- Collected data
========================================
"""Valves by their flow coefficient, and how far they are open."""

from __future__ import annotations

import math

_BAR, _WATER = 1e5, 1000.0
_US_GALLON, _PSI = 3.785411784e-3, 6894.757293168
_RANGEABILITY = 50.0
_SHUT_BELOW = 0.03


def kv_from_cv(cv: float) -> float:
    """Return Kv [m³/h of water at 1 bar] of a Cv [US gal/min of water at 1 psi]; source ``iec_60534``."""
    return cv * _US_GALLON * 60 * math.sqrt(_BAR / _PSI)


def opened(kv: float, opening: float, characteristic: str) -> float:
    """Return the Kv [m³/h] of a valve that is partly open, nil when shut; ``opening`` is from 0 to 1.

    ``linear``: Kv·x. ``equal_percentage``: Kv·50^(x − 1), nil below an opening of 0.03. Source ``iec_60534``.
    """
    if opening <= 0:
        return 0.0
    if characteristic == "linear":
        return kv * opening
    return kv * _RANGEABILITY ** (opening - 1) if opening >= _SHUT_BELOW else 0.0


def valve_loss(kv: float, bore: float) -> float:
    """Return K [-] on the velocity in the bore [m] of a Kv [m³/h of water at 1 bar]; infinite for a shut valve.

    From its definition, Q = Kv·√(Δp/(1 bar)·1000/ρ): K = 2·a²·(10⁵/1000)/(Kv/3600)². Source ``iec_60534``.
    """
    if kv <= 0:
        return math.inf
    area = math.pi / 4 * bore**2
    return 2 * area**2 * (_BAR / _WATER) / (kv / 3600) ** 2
========================================
- Directions for this task
All lines from the one with "From its definition, Q" through the end of the data must be repeated exactly, and nothing else may be repeated.

- Response for this exercise
    From its definition, Q = Kv·√(Δp/(1 bar)·1000/ρ): K = 2·a²·(10⁵/1000)/(Kv/3600)². Source ``iec_60534``.
    """
    if kv <= 0:
        return math.inf
    area = math.pi / 4 * bore**2
    return 2 * area**2 * (_BAR / _WATER) / (kv / 3600) ** 2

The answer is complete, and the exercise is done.